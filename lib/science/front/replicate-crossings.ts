import { createCrossingScratch, crossingTime_us, loadSignal, orientSignal, reloadSignal } from "@/lib/science/front/crossing-kernel";
import type { FrontRule } from "@/lib/science/front/front-rule";
import type { TraceSet } from "@/lib/science/front/trace-set";
import { summariseReplicates } from "@/lib/science/front/replicate-summary";

/** Error bar of one crossing time from its replicates; NaN where too few replicates cross. */
export interface CrossingSpread {
  error_us: number;
  low_us: number;
  high_us: number;
  /** Share of replicates without a crossing, NaN without replicates. */
  failedShare: number;
}

/** Replicates transposed at a time, so that a block stays in cache while its samples are gathered. */
const BLOCK = 64;

/**
 * Returns the crossing time in µs of every trace in every replicate, `[trace][replicate]`, NaN where there is none.
 * Each replicate has its own maximum and, under `fraction-of-max`, its own level; else `levels`, `[trace]`, applies.
 * There is no test for a resolved signal, and a signal already at the level counts as crossing at its first time.
 */
export function replicateCrossings(traces: TraceSet, rule: FrontRule, levels: Float64Array): Float64Array {
  const { times_us, shotsPerTime, replicates, replicateCount } = traces;
  const timeCount = times_us.length;
  const traceCount = traces.labels.length;
  const tau = new Float64Array(traceCount * replicateCount);
  const whole = createCrossingScratch(timeCount);
  const partial = createCrossingScratch(timeCount);
  // A stand-in signal without gaps: it only brings in the times and weights.
  loadSignal(whole, times_us, shotsPerTime, times_us, 0);
  const isWhole = whole.count === timeCount;
  const block = new Float64Array(BLOCK * timeCount);
  const isFraction = rule.rule === "fraction-of-max";
  for (let j = 0; j < traceCount; j++) {
    for (let start = 0; start < replicateCount; start += BLOCK) {
      const size = Math.min(BLOCK, replicateCount - start);
      gatherBlock(block, replicates, { timeCount, traceCount, replicateCount, trace: j, start, size });
      for (let b = 0; b < size; b++) {
        const scratch = isWhole && reloadSignal(whole, block, b * timeCount) ? whole : partial;
        if (scratch === partial) loadSignal(partial, times_us, shotsPerTime, block, b * timeCount);
        const peak = orientSignal(scratch, rule.absolute);
        const level = isFraction && peak >= 0 ? rule.level * scratch.signal[peak] : levels[j];
        tau[j * replicateCount + start + b] = crossingTime_us(scratch, peak, level, rule);
      }
    }
  }
  return tau;
}

/** Returns the standard error (n − 1), the 95 % percentile interval and the failed share of one trace's replicates. */
export function spreadOfCrossings(tau: Float64Array): CrossingSpread {
  const { count, error, low, high } = summariseReplicates(tau);
  return { error_us: error, low_us: low, high_us: high, failedShare: 1 - count / tau.length };
}

/** Writes the chosen replicates of one trace to `block` as `[replicate][k]`, from `[k][trace][replicate]`. */
function gatherBlock(
  block: Float64Array,
  replicates: Float64Array,
  at: { timeCount: number; traceCount: number; replicateCount: number; trace: number; start: number; size: number },
): void {
  const { timeCount, size } = at;
  for (let k = 0; k < timeCount; k++) {
    const source = (k * at.traceCount + at.trace) * at.replicateCount + at.start;
    for (let b = 0; b < size; b++) block[b * timeCount + k] = replicates[source + b];
  }
}
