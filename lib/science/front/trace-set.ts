/** Traces with their joint bootstrap, as the front needs them; all from one analysis. */
export interface TraceSet {
  labels: string[];
  /** `[trace]`, in units of the mean spacing. */
  distances: Float64Array;
  /** `[k]`, µs, strictly increasing. */
  times_us: Float64Array;
  /** `[k]`, kept shots M_k. */
  shotsPerTime: Float64Array;
  /** `[trace][k]` */
  value: Float64Array;
  /** `[trace][k]`, bootstrap standard errors. */
  error: Float64Array;
  replicateCount: number;
  /** `[k][trace][replicate]` */
  replicates: Float64Array;
}
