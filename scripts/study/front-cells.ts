/** The simulated truths of the front study. */
import { listPairs } from "@/lib/science/correlators/pairs";
import { planDistanceTraces, planReferenceTraces, siteDistance, type SitePositions, type TracePlan } from "@/lib/science/correlators/trace-plan";
import { gaussianLawOf } from "@/lib/science/theory/gaussian-law";
import { nearestNeighbourLaws, nearestNeighbourMoments, type NearestNeighbourModel } from "@/lib/science/theory/nearest-neighbour";
import type { SpinLaw } from "@/lib/science/theory/spin-law";

/** One row: where the truth comes from, how it is sampled and read. */
export interface FrontCell {
  name: string;
  sites: number;
  times: number;
  shots: number;
  traces: "reference" | "distance";
  truth: DrawnTruth | ExactTruth;
}

/** Correlators that reach a tenth of their maximum at τ = 10 µs · d^γ, as signs of correlated normal variables. */
interface DrawnTruth {
  kind: "drawn";
  gamma: number;
  /** From the front to the maximum. */
  rise_us: number;
  /** The window's end. */
  end_us: number;
}

/** A nearest-neighbour chain with J = 1 rad/ms, sampled exactly. */
interface ExactTruth {
  kind: "exact";
  model: NearestNeighbourModel;
  end_us: number;
}

/** A cell made ready: one law and the exact correlators `[pair]` at each time. */
export interface PreparedCell {
  times_us: Float64Array;
  laws: SpinLaw[];
  correlators: Float64Array[];
  plan: TracePlan;
}

const SHOTS = [250, 1000, 4000];
const STEP_US = 10;
const RISE_US = 40;
const LEVEL = 0.1;
const AMPLITUDE = 0.5;
const DECAY = 25;
/** J in hertz that makes J = 1 rad/ms. */
const UNIT_J_HZ = 1000 / (2 * Math.PI);

function drawn(name: string, gamma: number, traces: "reference" | "distance", end_us: number, shots: readonly number[] = SHOTS): FrontCell[] {
  const truth: DrawnTruth = { kind: "drawn", gamma, rise_us: RISE_US, end_us };
  return shots.map((count) => ({ name, sites: 11, times: 28, shots: count, traces, truth }));
}

function exact(name: string, model: NearestNeighbourModel, sites: number, end_us: number): FrontCell {
  return { name, sites, times: 30, shots: 1000, traces: "distance", truth: { kind: "exact", model, end_us } };
}

/** The rows of the study. */
export const FRONT_CELLS: readonly FrontCell[] = [
  ...drawn("straight", 1, "reference", 150),
  ...drawn("straight, averaged", 1, "distance", 150),
  ...drawn("accelerating", 0.65, "reference", 100),
  ...drawn("decelerating", 1.3, "reference", 240),
  ...drawn("straight, window ends early", 1, "reference", 90, [1000]),
  exact("exact XX chain", "xy", 12, 3200),
  exact("exact Ising chain", "ising", 12, 3200),
];

/** Returns the laws, exact correlators and trace plan of a cell. */
export function prepareCell(cell: FrontCell): PreparedCell {
  const { sites, times, truth, traces } = cell;
  const positions: SitePositions = { x: Float64Array.from({ length: sites }, (_, i) => i), y: null };
  const plan = traces === "reference" ? planReferenceTraces(positions, 0) : planDistanceTraces(positions);
  const times_us = Float64Array.from({ length: times }, (_, k) => ((k + 0.5) * truth.end_us) / times);
  return truth.kind === "exact" ? prepareExact(truth, sites, times_us, plan) : prepareDrawn(truth, positions, times_us, plan);
}

function prepareExact({ model }: ExactTruth, sites: number, times_us: Float64Array, plan: TracePlan): PreparedCell {
  const laws = nearestNeighbourLaws(model, sites, UNIT_J_HZ, times_us);
  return { times_us, laws, correlators: laws.map((law) => nearestNeighbourMoments(law).correlator), plan };
}

function prepareDrawn(truth: DrawnTruth, positions: SitePositions, times_us: Float64Array, plan: TracePlan): PreparedCell {
  const sites = positions.x.length;
  const pairs = listPairs(sites);
  const surrogates = Array.from(times_us, (time) => {
    const correlator = Float64Array.from({ length: pairs.length / 2 }, (_, pair) =>
      signal(truth, siteDistance(positions, pairs[2 * pair], pairs[2 * pair + 1]), time),
    );
    return gaussianLawOf({ mean: new Float64Array(sites), correlator });
  });
  return { times_us, laws: surrogates.map(({ law }) => law), correlators: surrogates.map(({ correlator }) => correlator), plan };
}

/** A smooth rise through a tenth of the maximum on the front, and the maximum from then on. */
function signal({ gamma, rise_us }: DrawnTruth, distance: number, time_us: number): number {
  const start = Math.acos(1 - 2 * LEVEL) / Math.PI;
  const phase = start + ((1 - start) * (time_us - STEP_US * distance ** gamma)) / rise_us;
  const swing = (1 - Math.cos(Math.PI * Math.min(1, Math.max(0, phase)))) / 2;
  return AMPLITUDE * Math.exp(-distance / DECAY) * swing;
}
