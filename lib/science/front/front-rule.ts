/** How the level of a trace is set: a share of its largest signal, one level for all, or a multiple of its noise. */
export type LevelRule = "fraction-of-max" | "fixed-level" | "noise-multiple";

/**
 * How a crossing is read off: centred isotonic regression before the maximum, the first samples at the level, or the last upward crossing
 * of the level before the maximum.
 */
export type CrossingMethod = "isotonic" | "first" | "last-upcrossing";

/** The definition of the front, recorded with every analysis. */
export interface FrontRule {
  rule: LevelRule;
  /**
   * `fraction-of-max`: the share f of the largest signal (0 < f < 1). `fixed-level`: the correlation itself.
   * `noise-multiple`: the multiple of the trace's noise, the median standard error of its samples up to the maximum.
   */
  level: number;
  method: CrossingMethod;
  /** Samples in a row that must reach the level; used by `first` only. Whole, from 1. */
  hold: number;
  /** The least ratio g of largest signal to its standard error that makes a trace resolved. */
  minSignal: number;
  /** Take |C| instead of the signal oriented by the sign of its largest value; noise then no longer averages to zero. */
  absolute: boolean;
}

export const DEFAULT_FRONT_RULE: Readonly<FrontRule> = {
  rule: "fraction-of-max",
  level: 0.1,
  method: "isotonic",
  hold: 2,
  minSignal: 5,
  absolute: false,
};

/** Choices of the fits that do not change the crossing times. */
export interface FrontFitOptions {
  /** Straight line through the origin, τ = d/v, instead of with a free offset t₀. */
  throughOrigin: boolean;
  /** Least squares of the power law in ln τ (`log-time`), or in τ itself (`time`). */
  powerLawIn: "log-time" | "time";
  /** Weights of the fits: each point's own error, or the joint bootstrap covariance of all crossing times (generalised least squares). */
  covariance: "diagonal" | "bootstrap";
}

export const DEFAULT_FRONT_FIT_OPTIONS: Readonly<FrontFitOptions> = { throughOrigin: false, powerLawIn: "log-time", covariance: "diagonal" };
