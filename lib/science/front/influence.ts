import { linearFitter, powerLawFitter } from "@/lib/science/front/front-fitters";
import { chosenPoints, LEAST_POINTS, whyNoFit, type FrontPoints } from "@/lib/science/front/front-points";
import type { PointInfluence } from "@/lib/science/front/front-result";
import type { FrontFitOptions } from "@/lib/science/front/front-rule";
import { finiteOrNull } from "@/lib/science/front/parameter";

const US_PER_MS = 1000;

/**
 * Returns what the fits would be without each of the points, in their order; the weights stay those of all points. Empty when leaving
 * one out leaves too few. `gamma` is that of all points, with its bootstrap error.
 */
export function influenceOf(
  points: FrontPoints,
  labels: readonly string[],
  options: FrontFitOptions,
  gamma: { value: number | null; error: number | null },
): PointInfluence[] {
  const count = points.trace.length;
  if (count <= LEAST_POINTS) return [];
  return Array.from({ length: count }, (_, left) => {
    const others = chosenPoints(points, Array.from({ length: count }, (_, p) => p).filter((p) => p !== left));
    const places = Int32Array.from(others.trace.keys());
    const isFitted = whyNoFit(others.distance) === null;
    const fit = (fitter: ReturnType<typeof linearFitter>) => (isFitted ? fitter(others.distance, others.time_us, others.softened_us, places).slope : NaN);
    const slope = fit(powerLawFitter(others, options.powerLawIn));
    return {
      label: labels[points.trace[left]],
      distance: points.distance[left],
      gamma: finiteOrNull(slope),
      beta: finiteOrNull(1 / slope),
      v_sites_per_ms: finiteOrNull(US_PER_MS / fit(linearFitter(others, options.throughOrigin))),
      gammaShiftInErrors: gamma.value === null || gamma.error === null ? null : finiteOrNull((slope - gamma.value) / gamma.error),
    };
  });
}
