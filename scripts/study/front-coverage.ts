/** Coverage of crossing times, γ and v, and false verdicts, by crossing method. */
import { analyseTime } from "@/lib/science/correlators/analyse-time";
import { collectTraces } from "@/lib/science/correlators/collect-traces";
import { analyseFront } from "@/lib/science/front/analyse-front";
import { isNoFit, type FrontResult, type Parameter } from "@/lib/science/front/front-result";
import { DEFAULT_FRONT_FIT_OPTIONS, DEFAULT_FRONT_RULE, type CrossingMethod, type FrontRule } from "@/lib/science/front/front-rule";
import type { TraceSet } from "@/lib/science/front/trace-set";
import { createRandomStream } from "@/lib/science/stats/philox";
import { RANDOM_PURPOSES } from "@/lib/science/stats/random-purposes";
import { readNoiseFree } from "@/lib/science/studies/simulated-run";
import { drawShots } from "@/lib/science/theory/draw-shots";
import { addRepeat, emptyTally, mergeTallies, type CoverageTally, type Estimate } from "@/scripts/study/coverage-tally";
import { prepareCell, type FrontCell, type PreparedCell } from "@/scripts/study/front-cells";

export const METHODS = ["isotonic", "first", "last-upcrossing"] as const satisfies readonly CrossingMethod[];

/** What one method made of a row's repeats. */
export interface MethodTally {
  /** Of the noise-free traces; null without a fit. The same for every task of a row. */
  trueGamma: number | null;
  trueVelocity: number | null;
  repeats: number;
  crossings: CoverageTally;
  gamma: IntervalTallies;
  velocity: IntervalTallies;
  fasterThanLinear: number;
  /** Repeats in which γ̂ + 1.96 standard errors is below 1. */
  fasterByNormal: number;
  slowerThanLinear: number;
  noFit: number;
}

/** Three ways to make an interval of the same replicates: q; 2θ̂ − q; θ̂ ± 1.96 standard errors. */
export interface IntervalTallies {
  percentile: CoverageTally;
  basic: CoverageTally;
  normal: CoverageTally;
}

export type FrontTally = Record<(typeof METHODS)[number], MethodTally>;

/** Bootstrap replicates of a repeat. */
const REPLICATES = 200;
const Z_95 = 1.959963984540054;

function ruleOf(method: CrossingMethod): FrontRule {
  return { ...DEFAULT_FRONT_RULE, method };
}

/** Returns the tally of repeats `first` … `first + count − 1` of a row, the same whichever thread runs them. */
export function frontCoverage(cell: FrontCell, seed: number, first: number, count: number): FrontTally {
  const prepared = prepareCell(cell);
  const truths = METHODS.map((method) => trueFront(cell, prepared, seed, ruleOf(method)));
  const tallies = truths.map(emptyMethodTally);
  for (let repeat = first; repeat < first + count; repeat++) {
    const traces = simulate(cell, prepared, seed, repeat);
    METHODS.forEach((method, m) => addFront(tallies[m], truths[m], analyseFront(traces, ruleOf(method)).front));
  }
  const [isotonic, onFirst, last] = tallies;
  return { isotonic, first: onFirst, "last-upcrossing": last };
}

/** What the extractor reads from the traces of infinitely many shots. */
function trueFront(cell: FrontCell, { times_us, laws, correlators, plan }: PreparedCell, seed: number, rule: FrontRule): FrontResult {
  const run = {
    ...{ times_us, laws, traces: plan, rule, seed, replicates: REPLICATES, options: DEFAULT_FRONT_FIT_OPTIONS },
    shotsPerTime: new Float64Array(times_us.length).fill(cell.shots),
    purpose: RANDOM_PURPOSES.coverageStudy,
    ...{ readoutErrors: null, readoutCorrected: false, brightIs: "up", estimator: "plug-in", interval: "percentile" } as const,
  };
  return readNoiseFree(run, correlators).front;
}

/** The traces of one repeat by the product's own bootstrap. */
function simulate(cell: FrontCell, { times_us, laws, plan }: PreparedCell, seed: number, repeat: number): TraceSet {
  const results = laws.map((law, k) => {
    const stream = createRandomStream(seed, RANDOM_PURPOSES.coverageStudy, k, repeat);
    return analyseTime({
      timeIndex: k,
      spins: drawShots(law, cell.shots, stream),
      replicates: REPLICATES,
      seed: stream.nextUint32(),
      plan,
      blockLength: 1,
      ...{ estimator: "plug-in", readout: null, interval: "percentile", pairErrors: "law" } as const,
    });
  });
  return collectTraces(plan, times_us, results, REPLICATES);
}

function emptyMethodTally(truth: FrontResult): MethodTally {
  return {
    trueGamma: isNoFit(truth.powerLaw) ? null : truth.powerLaw.gamma.value,
    trueVelocity: isNoFit(truth.linear) ? null : truth.linear.v_sites_per_ms.value,
    repeats: 0,
    crossings: emptyTally(),
    gamma: emptyIntervals(),
    velocity: emptyIntervals(),
    fasterThanLinear: 0,
    fasterByNormal: 0,
    slowerThanLinear: 0,
    noFit: 0,
  };
}

function addFront(tally: MethodTally, truth: FrontResult, front: FrontResult): void {
  tally.repeats += 1;
  const crossings = front.points.flatMap((point, j) => (point.fitted ? held({ ...point, value: point.time_us, error: point.error_us, low: point.low_us, high: point.high_us }, truth.points[j].time_us) : []));
  addRepeat(tally.crossings, crossings);
  if (!isNoFit(front.powerLaw)) {
    const { gamma } = front.powerLaw;
    addIntervals(tally.gamma, held(gamma, tally.trueGamma));
    if (gamma.value !== null && gamma.error !== null && gamma.value + Z_95 * gamma.error < 1) tally.fasterByNormal += 1;
  }
  if (!isNoFit(front.linear)) addIntervals(tally.velocity, held(front.linear.v_sites_per_ms, tally.trueVelocity));
  if (front.verdict === "faster than linear") tally.fasterThanLinear += 1;
  if (front.verdict === "slower than linear") tally.slowerThanLinear += 1;
  if (front.verdict === "no fit") tally.noFit += 1;
}

/** An interval with its truth, when both exist; an end that is missing is infinite. */
function held({ value, error, low, high }: Pick<Parameter, "value" | "error" | "low" | "high">, truth: number | null): { estimate: Estimate; truth: number }[] {
  if (value === null || truth === null) return [];
  return [{ estimate: { value, error: error ?? Number.NaN, low: low ?? -Infinity, high: high ?? Infinity }, truth }];
}

function emptyIntervals(): IntervalTallies {
  return { percentile: emptyTally(), basic: emptyTally(), normal: emptyTally() };
}

function addIntervals(tallies: IntervalTallies, found: { estimate: Estimate; truth: number }[]): void {
  const change = (to: (estimate: Estimate) => Pick<Estimate, "low" | "high">) => found.map(({ estimate, truth }) => ({ estimate: { ...estimate, ...to(estimate) }, truth }));
  addRepeat(tallies.percentile, found);
  addRepeat(tallies.basic, change(({ value, low, high }) => ({ low: 2 * value - high, high: 2 * value - low })));
  addRepeat(tallies.normal, change(({ value, error }) => ({ low: value - Z_95 * error, high: value + Z_95 * error })));
}

/** Returns the sum of two tallies of one row. */
export function mergeFrontTallies(first: FrontTally, second: FrontTally): FrontTally {
  const of = (method: (typeof METHODS)[number]) => mergeMethods(first[method], second[method]);
  return { isotonic: of("isotonic"), first: of("first"), "last-upcrossing": of("last-upcrossing") };
}

function mergeMethods(first: MethodTally, second: MethodTally): MethodTally {
  return {
    trueGamma: first.trueGamma,
    trueVelocity: first.trueVelocity,
    repeats: first.repeats + second.repeats,
    crossings: mergeTallies(first.crossings, second.crossings),
    gamma: mergeIntervals(first.gamma, second.gamma),
    velocity: mergeIntervals(first.velocity, second.velocity),
    fasterThanLinear: first.fasterThanLinear + second.fasterThanLinear,
    fasterByNormal: first.fasterByNormal + second.fasterByNormal,
    slowerThanLinear: first.slowerThanLinear + second.slowerThanLinear,
    noFit: first.noFit + second.noFit,
  };
}

function mergeIntervals(first: IntervalTallies, second: IntervalTallies): IntervalTallies {
  return {
    percentile: mergeTallies(first.percentile, second.percentile),
    basic: mergeTallies(first.basic, second.basic),
    normal: mergeTallies(first.normal, second.normal),
  };
}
-=-=-
**ASSIGNMENT:**
Could you repeat exactly the lines in the listing above from the one with "truth: number |" down to the one with "second: FrontTally): FrontTally"? Include both of those lines.

**WRITTEN RESPONSE:**
function held({ value, error, low, high }: Pick<Parameter, "value" | "error" | "low" | "high">, truth: number | null): { estimate: Estimate; truth: number }[] {
  if (value === null || truth === null) return [];
  return [{ estimate: { value, error: error ?? Number.NaN, low: low ?? -Infinity, high: high ?? Infinity }, truth }];
}

function emptyIntervals(): IntervalTallies {
  return { percentile: emptyTally(), basic: emptyTally(), normal: emptyTally() };
}

function addIntervals(tallies: IntervalTallies, found: { estimate: Estimate; truth: number }[]): void {
  const change = (to: (estimate: Estimate) => Pick<Estimate, "low" | "high">) => found.map(({ estimate, truth }) => ({ estimate: { ...estimate, ...to(estimate) }, truth }));
  addRepeat(tallies.percentile, found);
  addRepeat(tallies.basic, change(({ value, low, high }) => ({ low: 2 * value - high, high: 2 * value - low })));
  addRepeat(tallies.normal, change(({ value, error }) => ({ low: value - Z_95 * error, high: value + Z_95 * error })));
}

/** Returns the sum of two tallies of one row. */
export function mergeFrontTallies(first: FrontTally, second: FrontTally): FrontTally {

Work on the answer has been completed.